A Yuasa lo ayuda un guión firmado por Ichiro Okouchi, quien a su vez ha escrito el de Code Geass, título que bebe bastante de Devilman, lo que se refleja además en esa relación tan compleja y ambigua entre Akira y Ryo (hay ciertas escenas que involucran un estadio y una transmisión con consecuencias funestas en ambas obras). Okouchi sabe cómo darnos un respiro entre tanta amputación y sexo desenfrenado con escenas más tiernas (como todas las de Miki y Akira) o sesudas (prácticamente cada vez que Ryo o los raperos abren la boca).

Sin embargo, no todo es perfecto en esta narrativa frenética y repleta de mensajes, ya que los dos últimos episodios los hemos notado más abruptos y acelerados respecto al resto, hasta el punto de que es fácil perderse la conclusión de algunos personajes secundarios.

La banda sonora, compuesta por Kensuke Ushio (Koe No Katachi), marca ritmos techno que otorgan mayor percepción de desenfreno y opresión, aderezados con temas como «Konyadake», de Takkyu y Tavito, que junto al opening de la primera adaptación al anime de Devilman nos sumergen en una abrumadora sensación de nostalgia y melancolía.

Se ha hablado bastante también de la animación de Devilman Crybaby, llevada a cabo por el estudio Science Saru, ya que se aleja del preciosismo de algunos otros títulos de anime en Netflix (nada más lejos de Violet Evergarden…). Sin embargo, diseños de personajes (de Ayumi Kurashima) aparte, la animación en ocasiones grotesca e imposible se amolda perfectamente a la temática que aborda la serie, con movimientos muy dinámicos y con fluidos corporales por doquier.

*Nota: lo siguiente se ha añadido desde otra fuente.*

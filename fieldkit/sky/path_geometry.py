"""One-hop sky-wave path geometry on a spherical earth: elevation, range, incidence, secant-law MUF.

The ionosphere is treated as a mirror at a virtual height ``h`` above a spherical earth of radius
:data:`EARTH_RADIUS_KM`. For a ground range ``D`` the half-angle at the earth's centre is
``theta = D / (2 R)``; the elevation (take-off) angle and the angle of incidence on the layer follow
from the triangle earth centre – station – reflection point.

References
----------
.. [1] ITU-R P.533-14 (2019), "Method for the prediction of the performance of HF circuits", §5.1
   (ray-path geometry, mirror reflection height).
.. [2] K. Davies, *Ionospheric Radio*, IEE Electromagnetic Waves Series 31, Peter Peregrinus, 1990,
   ch. 6 (secant law, Martyn's equivalent-path theorem).
.. [3] Federal Standard 1037C (1996), "optimum working frequency (FOT)": 85 % of the monthly-median MUF.
"""

from __future__ import annotations

import numpy as np

EARTH_RADIUS_KM = 6371.0  # mean earth radius; ITU-R P.533 ray geometry
FOT_FRACTION = 0.85  # FOT = 0.85 x monthly-median MUF; Federal Standard 1037C
ABSORPTION_HEIGHT_KM = 110.0  # height at which the absorbing layer is crossed; ITU-R P.533 §5.3


def _theta(ground_range_km):
    return np.asarray(ground_range_km, dtype=float) / (2.0 * EARTH_RADIUS_KM)


def elevation_deg(*, ground_range_km, virtual_height_km):
    """Elevation (take-off) angle of a one-hop path reflected at a virtual height.

    Parameters
    ----------
    ground_range_km : float or array_like
        Great-circle distance between the two stations [km], >= 0.
    virtual_height_km : float or array_like
        Virtual (mirror) reflection height [km], > 0.

    Returns
    -------
    float or ndarray
        Elevation angle above the horizon [deg]; 90 at zero range.

    References
    ----------
    ITU-R P.533-14, §5.1: ``Delta = atan[(cos theta - R/(R+h)) / sin theta]``, ``theta = D/(2R)``.
    """
    theta = _theta(ground_range_km)
    h = np.asarray(virtual_height_km, dtype=float)
    ratio = EARTH_RADIUS_KM / (EARTH_RADIUS_KM + h)
    result = np.degrees(np.arctan2(np.cos(theta) - ratio, np.sin(theta)))
    return result if result.ndim else float(result)


def ground_range_km(*, elevation_deg, virtual_height_km):
    """Ground range of a one-hop path leaving at an elevation angle (inverse of :func:`elevation_deg`).

    Parameters
    ----------
    elevation_deg : float or array_like
        Elevation angle above the horizon [deg], 0..90.
    virtual_height_km : float or array_like
        Virtual (mirror) reflection height [km], > 0.

    Returns
    -------
    float or ndarray
        Great-circle ground range [km].

    References
    ----------
    ITU-R P.533-14, §5.1; from the same triangle: ``theta = 90 deg - Delta - phi`` with
    ``sin phi = R cos Delta / (R + h)``, ``D = 2 R theta``.
    """
    delta = np.radians(np.asarray(elevation_deg, dtype=float))
    h = np.asarray(virtual_height_km, dtype=float)
    phi = np.arcsin(EARTH_RADIUS_KM * np.cos(delta) / (EARTH_RADIUS_KM + h))
    result = 2.0 * EARTH_RADIUS_KM * (np.pi / 2.0 - delta - phi)
    return result if result.ndim else float(result)


def incidence_deg(*, ground_range_km, height_km):
    """Angle of incidence on a layer at ``height_km`` for a path of the given range (mirror model).

    Parameters
    ----------
    ground_range_km : float or array_like
        Ground range [km].
    height_km : float or array_like
        Height of the layer [km].

    Returns
    -------
    float or ndarray
        Angle from the vertical at which the ray meets the layer [deg]; 0 at zero range.

    References
    ----------
    ITU-R P.533-14, §5.1: ``sin phi = R cos Delta / (R + h)``.
    """
    delta = np.radians(elevation_deg(ground_range_km=ground_range_km, virtual_height_km=height_km))
    h = np.asarray(height_km, dtype=float)
    result = np.degrees(np.arcsin(EARTH_RADIUS_KM * np.cos(delta) / (EARTH_RADIUS_KM + h)))
    return result if result.ndim else float(result)


def slant_path_km(*, ground_range_km, virtual_height_km):
    """Total virtual (group) path length of the hop, station – mirror – station [km].

    Two sides of the triangle earth centre – station – reflection point, by the law of cosines.
    By Martyn's theorem the group path equals this mirror path [2]_.
    """
    theta = _theta(ground_range_km)
    r = EARTH_RADIUS_KM
    rh = EARTH_RADIUS_KM + np.asarray(virtual_height_km, dtype=float)
    result = 2.0 * np.sqrt(r * r + rh * rh - 2.0 * r * rh * np.cos(theta))
    return result if result.ndim else float(result)


def muf_mhz(*, fof2_mhz, ground_range_km, virtual_height_km):
    """Monthly-median maximum usable frequency of a one-hop F2 path by the secant law.

    ``MUF(D) = foF2 * sec phi`` with the incidence angle ``phi`` at the virtual height; Martyn's
    theorem makes the oblique virtual height equal to the vertical one at the equivalent frequency.

    Parameters
    ----------
    fof2_mhz : float or array_like
        F2 critical frequency (ordinary wave) [MHz].
    ground_range_km : float or array_like
        Ground range [km].
    virtual_height_km : float or array_like
        Virtual (mirror) reflection height [km].

    Returns
    -------
    float or ndarray
        MUF [MHz]; equal to foF2 at zero range.

    Notes
    -----
    One virtual height is used for all frequencies at a given hour; the rise of the virtual height
    toward foF2 (group retardation) and the extraordinary wave (about fH/2 higher) are not modelled,
    which errs on the safe side.

    References
    ----------
    Davies (1990), ch. 6 (secant law and Martyn's theorem); ITU-R P.533-14 §5.1 (geometry).
    """
    phi = np.radians(incidence_deg(ground_range_km=ground_range_km, height_km=virtual_height_km))
    result = np.asarray(fof2_mhz, dtype=float) / np.cos(phi)
    return result if result.ndim else float(result)


def fot_mhz(*, muf_mhz):
    """Optimum working frequency, FOT = 0.85 x monthly-median MUF [MHz] (Federal Standard 1037C)."""
    result = FOT_FRACTION * np.asarray(muf_mhz, dtype=float)
    return result if result.ndim else float(result)


def skip_distance_km(*, frequency_mhz, fof2_mhz, virtual_height_km):
    """Skip distance: the shortest ground range at which the secant-law MUF reaches the frequency.

    Parameters
    ----------
    frequency_mhz : float
        Operating frequency [MHz].
    fof2_mhz : float
        F2 critical frequency [MHz].
    virtual_height_km : float
        Virtual (mirror) reflection height [km].

    Returns
    -------
    float or None
        0 when ``frequency <= foF2`` (no skip zone); the skip distance [km] otherwise; None when
        even a ray at grazing take-off cannot be reflected (the frequency passes through at any
        one-hop range).

    References
    ----------
    Davies (1990), ch. 6: ``sec phi = f / foF2``; geometry ITU-R P.533-14 §5.1.
    """
    if frequency_mhz <= fof2_mhz:
        return 0.0
    phi = np.arccos(fof2_mhz / frequency_mhz)
    cos_delta = (EARTH_RADIUS_KM + virtual_height_km) * np.sin(phi) / EARTH_RADIUS_KM
    if cos_delta > 1.0:
        return None
    delta = np.arccos(cos_delta)
    return float(2.0 * EARTH_RADIUS_KM * (np.pi / 2.0 - delta - phi))


def reflection_height_km(*, m3000):
    """Mirror reflection height of the F2 layer from the propagation factor M(3000)F2 [km].

    References
    ----------
    ITU-R P.533-14, §5.1: ``h_r = 1490 / M(3000)F2 - 176`` km.
    """
    result = 1490.0 / np.asarray(m3000, dtype=float) - 176.0
    return result if result.ndim else float(result)
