"""Radio noise at the receiving site: man-made and galactic noise by ITU-R P.372.

The external noise factor is ``Fa = c - d log10(f_MHz)`` dB above kT0b for each environment class.
The noise power in a bandwidth ``b`` is ``N = Fa + 10 log10(b) - 204`` dBW (kT0 = -204 dBW/Hz).

References
----------
.. [1] ITU-R P.372-16 (2022), "Radio noise", §5 Table 2 (man-made noise, median values, c and d for
   business, residential, rural and quiet rural areas; galactic noise). Constants from memory:
   check against the Recommendation before tightening tolerances.
"""

from __future__ import annotations

from typing import Literal

import numpy as np

NoiseEnvironment = Literal["quiet-rural", "rural", "residential", "business"]

# (c, d) of Fa = c - d log10(f_MHz); ITU-R P.372, Table 2 (from memory)
MAN_MADE_NOISE_CD: dict[str, tuple[float, float]] = {
    "business": (76.8, 27.7),
    "residential": (72.5, 27.7),
    "rural": (67.2, 27.7),
    "quiet-rural": (53.6, 28.6),
}
GALACTIC_NOISE_CD = (52.0, 23.0)  # ITU-R P.372, Table 2 (from memory)
KT0_DBW_PER_HZ = -204.0  # 10 log10(k T0), T0 = 288 K; ITU-R P.372 §2

NOISE_ENVIRONMENTS: tuple[str, ...] = tuple(MAN_MADE_NOISE_CD)


def man_made_fa_db(*, frequency_mhz, environment: NoiseEnvironment):
    """Median man-made noise factor Fa [dB above kT0b] for an environment (ITU-R P.372, Table 2)."""
    c, d = MAN_MADE_NOISE_CD[environment]
    return c - d * np.log10(np.asarray(frequency_mhz, dtype=float))


def galactic_fa_db(*, frequency_mhz):
    """Median galactic noise factor Fa [dB above kT0b] (ITU-R P.372, Table 2)."""
    c, d = GALACTIC_NOISE_CD
    return c - d * np.log10(np.asarray(frequency_mhz, dtype=float))


def total_fa_db(*, frequency_mhz, environment: NoiseEnvironment, galactic_reaches_ground):
    """Power sum of man-made and (when not screened by the ionosphere) galactic noise [dB].

    Parameters
    ----------
    frequency_mhz : float or array_like
        Frequency [MHz].
    environment : {"quiet-rural", "rural", "residential", "business"}
        ITU-R P.372 environment class of the receiving site.
    galactic_reaches_ground : bool or array_like of bool
        True where the frequency is above foF2, so cosmic noise passes the ionosphere.

    Notes
    -----
    Atmospheric (lightning) noise is not included: ITU-R P.372 gives it as world maps by season and
    time block, which fieldkit does not carry. At night in summer on the lower channels it can exceed
    the man-made noise of a quiet site, so the reach there is optimistic.
    """
    man = 10.0 ** (man_made_fa_db(frequency_mhz=frequency_mhz, environment=environment) / 10.0)
    gal = 10.0 ** (galactic_fa_db(frequency_mhz=frequency_mhz) / 10.0)
    gal = np.where(np.asarray(galactic_reaches_ground, dtype=bool), gal, 0.0)
    return 10.0 * np.log10(man + gal)


def noise_power_dbw(*, fa_db, bandwidth_hz: float):
    """Noise power available from a lossless antenna in a bandwidth [dBW] (ITU-R P.372 §2)."""
    return np.asarray(fa_db, dtype=float) + 10.0 * np.log10(bandwidth_hz) + KT0_DBW_PER_HZ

En definitiva, a pesar de que Devilman Crybaby no es un título para cualquiera (sobre todo por la cantidad de gore y sexo explícito), es un anime recomendado para todo aquel que quiera ver algo distinto y con mensaje, más allá de una animación bonita. Además, estamos hablando de un título considerado de culto, referente de obras como Evangelion o Berserk, entre otros (la dualidad Ryo-Akira yo la veo en muuuuuuuuchas narraciones niponas más o menos conocidas).

Al final, a pesar de que la humanidad pueda llegar a ser capaz de lo peor, de que al menor instinto nos volvamos violentos e irracionales, siempre habrá una diminuta luz de esperanza, de altruismo, de amor al prójimo y hacia uno mismo. De eso también habla Devilman Crybaby.